Recently, a number of researchers have produced research and reports in order to forecast more exactly air quality such as particulate matter and odor. However, such research mainly focuses on the atmospheric diffusion models that have been used for the air quality prediction in environmental engineering area. Even though it has various merits, it has some limitation in that it uses very limited spatial attributes such as geographical attributes. Thus, we propose the new approach to forecast an air quality using a deep learning based ensemble model combining temporal and spatial predictor. The temporal predictor employs the RNN LSTM and the spatial predictor is based on the geographically weighted regression model.
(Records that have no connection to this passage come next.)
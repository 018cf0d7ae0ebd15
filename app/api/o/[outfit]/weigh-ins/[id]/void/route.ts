import { nothingSchema, weighInSchema } from "@/lib/bins/schema";
import { voidWeighIn } from "@/lib/bins/service";
import { route } from "@/lib/http/route";

export const POST = route({
  permission: "weigh-ins.void",
  summary: "Take a weigh-in back out of both books",
  body: nothingSchema,
  response: weighInSchema,
  idempotent: true,
  handler: ({ ctx, params }) => voidWeighIn(ctx, params.id ?? ""),
});
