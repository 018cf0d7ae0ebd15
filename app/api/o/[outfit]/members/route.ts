import { route } from "@/lib/http/route";
import { memberListSchema } from "@/lib/people/schema";
import { seeMembers } from "@/lib/people/service";

export const GET = route({
  permission: "members.see",
  summary: "Members with their roles",
  response: memberListSchema,
  handler: ({ ctx }) => seeMembers(ctx),
});
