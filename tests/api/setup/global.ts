/** The API tests write a lot, so they insist on the throwaway server that `npm run test:api` starts for them. */
export default function setup(): void {
  if (process.env.TEST_DATABASE_ADMIN_URL) return;
  throw new Error(
    "These tests need a throwaway database server. Run them with: npm test, or npm run test:api, or one file: npm run test:api -- tests/api/pickups/log-pickup.test.ts",
  );
}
The ensemble model also uses the RNN LSTM that combines two models with stacking structure. The ensemble model is capable of inferring the air quality of the areas without air quality monitoring station, and even forecasting future air quality. We installed the IoT sensors measuring PM2.5, PM10, H2S, NH3, VOC at the 8 stations in Jeonju in order to gather air quality data. The numerical results showed that our new model has very exact prediction capability with comparison to the real measured data. It implies that the spatial attributes should be considered to more exact air quality prediction.